Id. (quotations omitted) (alterations in original). In Stevenson, the court held that the appeal from the denial of a preliminary injunction enjoining a school district from adopting a measure which would effectively prevent the children of plaintiffs from transferring schools was rendered moot when the school year ended. The controversy was "not 'capable of repetition'" because the issue pertained to one school year, and that school year was complete. Id. at 770. Similarly, Plaintiffs challenge the decision suspending Mathews-Williams for the remainder of the 2018 basketball season. That season is complete. Moreover, Mathews-Williams is a senior and will not be playing next season.

         Plaintiffs advance no argument as to why their claim for injunctive or declaratory relief is not now moot.

         Plaintiffs also requested monetary relief.[2] "A legitimate, non-speculative claim for compensatory damages is not mooted by a change in circumstances." Cobb v. U.S. Dep't of Educ, 2006 WL 2671241, *3 (D. Minn. Sept. 18, 2006). Francis Howell and Janes argue that the only allegations supporting a claim for monetary damages are that Mathews-Williams might miss out an athletic scholarship if not permitted to play in the few remaining games.[3] Plaintiffs do not disagree with this characterization of their claim, which the Court finds to be too speculative to withstand the unopposed motions to dismiss. In Governor Wentworth Regional School Dist. v. Hendrickson, 201 Fed.Appx. 7, 8-9 (1st Cir. 2006) (per curiam), the court dismissed an appeal challenging on First Amendment grounds a student's suspension from school. The parents' claim for damages based on a theory that the suspension would adversely affect their son's employment prospects was determined to be too speculative to prevent the appeal from becoming moot on the student's graduation. Id. See also Schell v. OSY USA, Inc., 814 F.3d 1107, 1115 (10th Cir. 2016) (finding claim for dama ges arising from allegations of hypothetical future harm too speculative to save appeal from mootness); CMR D.N. Corp. v. City of Philadelphia, 703 F.3d 612, 622 (3rd Cir. 2013) (noting that "[c]laims for damages are retrospective in nature - they compensate for past harm") (emphasis added); Brown v. U.S. Dep't of Justice, 169 Fed.Appx. 537, 541 (11th Cir. 2006) (per curiam) (rejecting as too speculative plaintiffs claim for damages based on allegations that documents in her personnel file could destroy her career). Cf. McFarlin, 980 F.2d at 1210 (student's claim for compensatory damages for civil rights violated resulting from school board's banning her from basketball team without providing her a hearing was not rendered moot by her graduation).

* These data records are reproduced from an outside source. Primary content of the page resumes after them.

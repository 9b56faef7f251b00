package fieldwright.field;

import java.util.ArrayList;
import java.util.List;

import fieldwright.quantity.Place;

/**
 * Where a source is to be seen for one answer, in given surroundings: probes for the place and its images. For a place on an
 * interface {@code side} is the unit normal towards {@code probes}; the other side has {@code behind} (null: a conductor, all zero).
 * Permittivities are relative. No probes: inside a conductor.
 */
record Question(List<Probe> probes, double permittivity, double[] side, List<Probe> behind, double permittivityBehind) {
    static Question of(List<Probe> probes, double permittivity) {
        return new Question(probes, permittivity, null, null, permittivity);
    }

    /** What is left of the answer at {@code at} without the source's own field in the medium it stands in: that of induced charge. */
    Question reaction(Place at) {
        return new Question(withoutOwn(probes, at), permittivity, side, side == null ? null : withoutOwn(behind == null ? List.of() : behind, at),
            permittivity);
    }

    private static List<Probe> withoutOwn(List<Probe> probes, Place at) {
        List<Probe> rest = new ArrayList<>();
        double own = 1;
        for (Probe probe : probes) {
            if (probe.isPlain() && at.equals(new Place(probe.place()[0], probe.place()[1], probe.place()[2]))) {
                own -= probe.c();
            } else {
                rest.add(probe);
            }
        }
        if (own != 0) {
            rest.add(Probe.direct(at.x(), at.y(), at.z()).times(-own));
        }
        return rest;
    }

    boolean isInsideConductor() {
        return probes.isEmpty();
    }

    /** True when image charges balance: an endless source then has a potential. */
    boolean isBalanced() {
        double sum = 0;
        for (Probe p : probes) {
            sum += p.c();
        }
        return probes.size() > 1 && sum == 0;
    }
}
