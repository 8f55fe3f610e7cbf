"""From a case with symbols to values on a grid: what may be asked, by which way, and the rows.

case -> values of the symbols -> way -> functions of the symbols, or limits at the points -> H -> rows

Whatever the way, a value is that of the coefficient as a function of the symbols. A limit taken at the point itself is
the same where every component is compact, and only there the second way is taken.
"""

from __future__ import annotations

import math
from collections.abc import Callable, Iterator, Mapping, Sequence
from dataclasses import dataclass, replace

from ratomega.case.case import Case
from ratomega.case.progression import Axes, Counting, points_of, read_axes, read_counting
from ratomega.case.reading import load_case
from ratomega.case.setting import Setting, own_setting, resonances
from ratomega.chain.job import MOST_CONFIGURATIONS, CaseSource, check_count, symbolic_path
from ratomega.chain.pipeline import limit
from ratomega.conformal.correlator import why_no_fields
from ratomega.conformal.nome import nome_matrix, nome_variable
from ratomega.diagrams.tuples import Charge, count_all
from ratomega.errors import InputError
from ratomega.exact.decimals import (
    Decimals,
    ball_decimals,
    ball_power_sum,
    decimal_value,
    decimals,
    enclosed,
    size_bound,
    upper_text,
)
from ratomega.exact.point_function import PointFunction
from ratomega.exact.quadratic import Number, is_quadratic, one_field, rational_parts
from ratomega.exact.rational import ONE, ZERO, Rational
from ratomega.exact.rational_function import RationalFunction
from ratomega.regulator.poles.problem import applies as poles_apply
from ratomega.regulator.routes import CLUSTERWISE, HIGHEST_POLE_CHARGE
from ratomega.results.grids import GridResult, GridRow
from ratomega.results.header import Header
from ratomega.symbolic.grid import choose_grid
from ratomega.symbolic.structure import Structure, primes_of, structure
from ratomega.validator.verdict import Check, Kind, Verdict
from ratomega.version import VERSION

__all__ = ["grid"]

MOST_ROWS = 200_000
MOST_DIGITS = 1_000
# Digits written in all, and digits that pass through exact arithmetic on the way to decimals.
MOST_WRITTEN = 50_000_000
MOST_WORKED = 500_000_000
# A limit beyond Q costs about as much as so many in Q.
BEYOND_Q = 4
# The pole recursion to charge K costs about as much as K^4 over this number of weights.
RECURSION_SHARE = 100
SPARE_BITS = 64
MOST_DOUBLINGS = 4

COLUMNS = ("charge", "value", "real", "imaginary", "radius", "sum", "note")
"""Names that a symbol cannot have beside the columns of a table."""

Value = Number | str
"""A coefficient at a point, or what is there instead."""
Evaluate = Callable[[Sequence[Number]], dict[Charge, Value]]


@dataclass(frozen=True, slots=True)
class _Asked:
    """A grid that was found to be in order. ``shapes`` belong to the highest charges."""

    case: Case
    points: tuple[tuple[Number, ...], ...]
    shapes: tuple[Structure, ...]
    nome: bool
    digits: int | None
    q: tuple[Counting, ...] | None
    allow_tilt: bool
    most_configurations: int

    @property
    def generic(self) -> tuple[Rational, ...]:
        """A point without anything special: a witness of a grid of one point."""
        single = [replace(shape, degrees=(0,) * len(shape.degrees)) for shape in self.shapes]
        return choose_grid(single, primes_of(self.case)).witnesses[0]

    def at(self, point: Sequence[Number]) -> Case:
        return self.case.at(**dict(zip(self.case.symbols, point, strict=True)))


def grid(
    source: CaseSource,
    at: Mapping[str, object],
    *,
    nome: bool = False,
    digits: int | None = None,
    q: object = None,
    allow_tilt: bool = True,
    most_configurations: int = MOST_CONFIGURATIONS,
) -> GridResult:
    """The coefficients of Z of a case with symbols at all points of a grid, as values to compute with.

    ``at`` gives the values of every symbol: "0 to 2*i in 41", "0 to 3 by 1/8", or a list, as text or of exact numbers;
    several symbols make a product. ``nome`` takes H in place of Z, for U(2) with four flavours or one adjoint.
    Values are exact; with ``digits`` they are decimals with a rigorous radius. ``q``, an exact number or text such as
    "0.6914 +/- 1e-4" (one, or one a node), asks for the partial sum at every point: of Z in q, of H in 16 q_e (on the
    torus in q). A pole at a point is a row without a value and with a note.

    Raises ``InputError`` for bad input, and before any work for what is too much. Cost: that of ``limit`` for functions
    or, for a few points without resonance, for as many limits; then some microseconds a value.

    >>> case = {"charge": 1, "symbols": ["a"], "background": {"eps1": 1, "eps2": 1}, "node": [{"coulomb": ["a", "-a"]}]}
    >>> found = grid(case, at={"a": "0 to i in 3"})             # 1/(2 (1 - a^2))
    >>> [str(row.value) for row in found[1]]
    ['1/2', '2/5', '1/4']
    >>> [str(row.value or row.note) for row in grid(case, at={"a": [1, "1/3"]})[1]]
    ['pole of order 1', '9/16']
    """
    case = load_case(source)
    axes = read_axes(at, _symbols(case), case.background)
    counting = None if q is None else read_counting(q, len(case.theory.nodes), case.background)
    _check_size(case, axes, digits, counting)
    if case.theory.ranks != (2,) or case.bounds[0] > HIGHEST_POLE_CHARGE:
        check_count(case, most_configurations)
    shapes = tuple(structure(case, charge) for charge in _highest(case))
    _check_digits(case, axes, shapes, digits, counting)
    numbers = [x for _, parameter in case.theory.parameters() for x in parameter.numbers()]
    points = tuple(points_of(axes, case.symbols, numbers))
    asked = _Asked(case, points, shapes, nome, digits, counting, allow_tilt, most_configurations)
    setting = own_setting(asked.at(asked.generic), allow_tilt=allow_tilt)
    reason = why_no_fields(setting) if nome else ""
    if reason:
        raise InputError.single(reason, "nome")
    way, why = _way(asked)
    evaluate, checks = _by_functions(asked) if way == "functions" else _by_points(asked)
    rows = tuple(row for point in points for row in _rows(asked, point, evaluate(point)))
    of, variable = ("H", nome_variable(case)) if nome else ("Z", "q")
    return GridResult(_header(case, setting), of, variable, axes, digits, counting, way, why, rows, checks)


# ---- what may be asked ----


def _symbols(case: Case) -> tuple[str, ...]:
    if not case.symbols:
        raise InputError.single(
            'a grid runs over free parameters, and this case has none; name one, for example symbols = ["a"], and use '
            'it, for example coulomb = ["a", "-a"]',
            "symbols",
        )
    for name in case.symbols:
        if name in COLUMNS:
            raise InputError.single(f"{name} is a column of the table; give the symbol another name", "symbols")
    return case.symbols


def _check_size(case: Case, axes: Axes, digits: int | None, counting: Sequence[Counting] | None) -> None:
    """Refuse too many rows or digits, or a ball without digits."""
    points = math.prod(map(len, axes))
    rows = points * len(case.charges)
    if rows > MOST_ROWS:
        message = f"{points} points at {len(case.charges)} charges are {rows} values, more than {MOST_ROWS}"
        raise InputError.single(f"{message}; take fewer points or a lower charge", "at")
    if digits is not None and not (isinstance(digits, int) and not isinstance(digits, bool)):
        raise InputError.single(f"the number of digits is an integer, not {type(digits).__name__}", "digits")
    if digits is not None and not 1 <= digits <= MOST_DIGITS:
        raise InputError.single(f"the number of digits is between 1 and {MOST_DIGITS}, not {digits}", "digits")
    if digits is None and counting is not None and any(one.radius for one in counting):
        raise InputError.single("q is known to a radius, so the sums are decimals; say to how many digits", "digits")
    if digits is None and counting is not None:
        for one in counting:
            for axis in axes:
                for value in axis:
                    _same_field(one.value, value)


def _same_field(q: Number, value: Number) -> None:
    try:
        one_field((q, value))
    except InputError as error:
        message = f"q = {q} and {value} lie in two quadratic fields, where an exact sum has no place; ask for digits"
        raise InputError.single(message, "q") from error


def _highest(case: Case) -> tuple[Charge, ...]:
    """The charges with the highest total: what holds for lower ones, holds for one of them."""
    most = max(map(sum, case.charges))
    return tuple(charge for charge in case.charges if sum(charge) == most)


def _length(number: Number) -> int:
    return max(max(int(x.p).bit_length(), int(x.q).bit_length()) for x in rational_parts(number)) * 3 // 10 + 1


def _check_digits(
    case: Case,
    axes: Axes,
    shapes: Sequence[Structure],
    digits: int | None,
    counting: Sequence[Counting] | None,
) -> None:
    """Refuse what would be too long, from the degrees of the functions and the length of the numbers."""
    longest = [max(map(_length, axis)) for axis in axes]
    points = math.prod(map(len, axes))
    values = points * len(case.charges)
    degrees = [max(each) for each in zip(*(shape.degrees for shape in shapes), strict=True)]
    work = sum(2 * (degree + 1) * length for degree, length in zip(degrees, longest, strict=True))
    if counting is not None:
        work += sum(k * _length(one.value) for k, one in zip(case.bounds, counting, strict=True))
    work *= values
    most = MOST_WRITTEN if digits is None else MOST_WORKED
    if work > most:
        cure = "ask for digits, or take" if digits is None else "take"
        message = f"exact values at these points have some {work} digits in all, more than {most}"
        raise InputError.single(f"{message}; {cure} fewer points, shorter numbers or a lower charge", "at")
    if digits is not None and digits * values > MOST_WRITTEN:
        message = f"{values} values to {digits} digits are more than {MOST_WRITTEN} digits in all"
        raise InputError.single(message, "digits")


def _header(case: Case, setting: Setting) -> Header:
    warnings = (f"the Coulomb parameters were tilted: {setting.text()}",) if setting.tilted else ()
    return Header(VERSION, case, symbolic_path(case, setting), case.hash, warnings)


# ---- by which way ----


def _way(asked: _Asked) -> tuple[str, str]:
    """A fixed rule: limits at the points when they are fewer than interpolation asks for, and not too much work, and
    none is a resonance."""
    needed = max(math.prod(shape.nodes) for shape in asked.shapes)
    number, beyond_q = len(asked.points), sum(1 for point in asked.points if any(map(is_quadratic, point)))
    weight = number + (BEYOND_Q - 1) * beyond_q
    told = f"{number} point{'s' if number > 1 else ''}" + (f", counted as {weight}" if weight != number else "")
    if weight > needed:
        return "functions", f"{told}, more than the {needed} limits from which functions would be interpolated"
    if _limit_work(asked, beyond_q) > asked.most_configurations:
        return "functions", f"limits at {told} would take the work of more than {asked.most_configurations} weights"
    for point in asked.points:
        if any(True for _ in resonances(own_setting(asked.at(point)), asked.case.bounds)):
            where = ", ".join(f"{name} = {x}" for name, x in zip(asked.case.symbols, point, strict=True))
            return "functions", f"not every component is compact at {where}, where a function has its own value"
    return "points", f"{told}, no more than the {needed} limits from which functions would be interpolated"


def _by_functions(asked: _Asked) -> tuple[Evaluate, tuple[Check, ...]]:
    found = limit(asked.case, allow_tilt=asked.allow_tilt, most_configurations=asked.most_configurations)
    functions: dict[Charge, RationalFunction] = {}
    for one in found:
        assert isinstance(one.value, RationalFunction)
        functions[one.charge] = one.value
    if asked.nome:
        functions = _combined(nome_matrix(asked.case, asked.case.bounds[0]), functions)
    prepared = {charge: PointFunction(function) for charge, function in functions.items()}
    return lambda point: {charge: one.at(point) for charge, one in prepared.items()}, found.checks


def _combined(
    rows: Sequence[Sequence[RationalFunction]], z: Mapping[Charge, RationalFunction]
) -> dict[Charge, RationalFunction]:
    found: dict[Charge, RationalFunction] = {}
    for k, row in enumerate(rows):
        total = row[0] * z[0,]
        for j in range(1, k + 1):
            total = total + row[j] * z[j,]
        found[k,] = total
    return found


def _by_points(asked: _Asked) -> tuple[Evaluate, tuple[Check, ...]]:
    case = asked.case
    matrix = [list(map(PointFunction, row)) for row in nome_matrix(case, case.bounds[0])] if asked.nome else []

    def evaluate(point: Sequence[Number]) -> dict[Charge, Value]:
        done = limit(asked.at(point), probes=0, most_configurations=asked.most_configurations)
        z: dict[Charge, Number] = {}
        for one in done:
            assert one.value is not None
            assert not isinstance(one.value, RationalFunction)
            z[one.charge] = one.value
        if not asked.nome:
            return dict(z)
        found: dict[Charge, Value] = {}
        for k, row in enumerate(matrix):
            total: Number = ZERO
            for j, entry in enumerate(row):
                factor = entry.at(point)
                assert not isinstance(factor, str), "the entries are polynomials"
                total = total + factor * z[j,]
            found[k,] = total
        return found

    return evaluate, (_points_check(asked),)
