"""A constant and factors with exponents as text in Python syntax, and as a sympy expression."""

from __future__ import annotations

import math
from collections.abc import Sequence
from typing import Any

from ratomega.exact.field_factors import Factors
from ratomega.exact.field_polynomials import Factor, factor_terms, factor_text, signed_text
from ratomega.exact.quadratic import Number, Quadratic, quadratic
from ratomega.exact.rational import Rational, common_denominator

__all__ = ["factored_sympy", "factored_text"]


def factored_text(factors: Factors) -> str:
    """The numerator, and the denominator after "/" where there is one."""
    constant, pairs = factors
    above = [_power_text(f, e) for f, e in pairs if e > 0]
    below = [_power_text(f, -e) for f, e in pairs if e < 0]
    sign, top, bottom = _constant_texts(constant)
    above = [*top, *above] or ["1"]
    below = [*bottom, *below]
    text = "*".join(above)
    if len(above) == 1 and not below and text.startswith("(") and text.endswith(")") and sign == "+":
        text = text[1:-1]
    if below:
        text = f"{text}/{below[0]}" if len(below) == 1 else f"{text}/({'*'.join(below)})"
    return f"-{text}" if sign == "-" else text


def _power_text(factor: Factor, exponent: int) -> str:
    text = factor_text(factor)
    base = text if len(factor_terms(factor)) == 1 else f"({text})"
    return f"{base}**{exponent}" if exponent > 1 else base


def _constant_texts(constant: Number) -> tuple[str, list[str], list[str]]:
    """Sign, factors above and factors below; a factor 1 is left out.

    >>> from ratomega.exact.quadratic import quadratic
    >>> _constant_texts(quadratic(Rational(-83, 72), Rational(-4, 3), -1))
    ('-', ['(83 + 96*sqrt(-1))'], ['72'])
    """
    if isinstance(constant, Quadratic):
        scale = common_denominator([constant.x, constant.y])
        content = math.gcd(int((constant.x * scale).p), int((constant.y * scale).p))
        whole = quadratic(constant.x * scale / content, constant.y * scale / content, constant.d)
        sign, size = signed_text(whole)
        above, below = [str(Rational(content)), size], str(Rational(scale))
    else:
        sign, size = signed_text(Rational(constant.p))
        above, below = [size], str(constant.q)
    return sign, [x for x in above if x != "1"], [below] if below != "1" else []


def factored_sympy(names: Sequence[str], factors: Factors) -> Any:
    """The product in ``sympy.Symbol``s of these names."""
    import sympy

    symbols = [sympy.Symbol(name) for name in names]
    constant, pairs = factors
    parts = [_sympy_number(constant)] if constant != 1 or not pairs else []
    for factor, exponent in pairs:
        terms = (
            sympy.Mul(_sympy_number(c), *(x**e for x, e in zip(symbols, powers, strict=True)))
            for powers, c in factor_terms(factor)
        )
        parts.append(sympy.Add(*terms) ** exponent)
    # Evaluated, sympy would multiply the constant into a sum.
    return sympy.Mul(*parts, evaluate=False)


def _sympy_number(value: Number) -> Any:
    import sympy

    if isinstance(value, Quadratic):
        return _sympy_number(value.x) + _sympy_number(value.y) * sympy.sqrt(value.d)
    return sympy.Rational(int(value.p), int(value.q))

         Accordingly, for the foregoing reasons, IT IS HEREBY ORDERED that the amended motion to dismiss of Missouri State High School Activities Association [ECF No. 21] and the motion to dismiss of Francis Howell North High School and Michael Janes [ECF No. 26] are each GRANTED.

         IT IS FURTHER ORDERED that the remaining pending motions are denied as ...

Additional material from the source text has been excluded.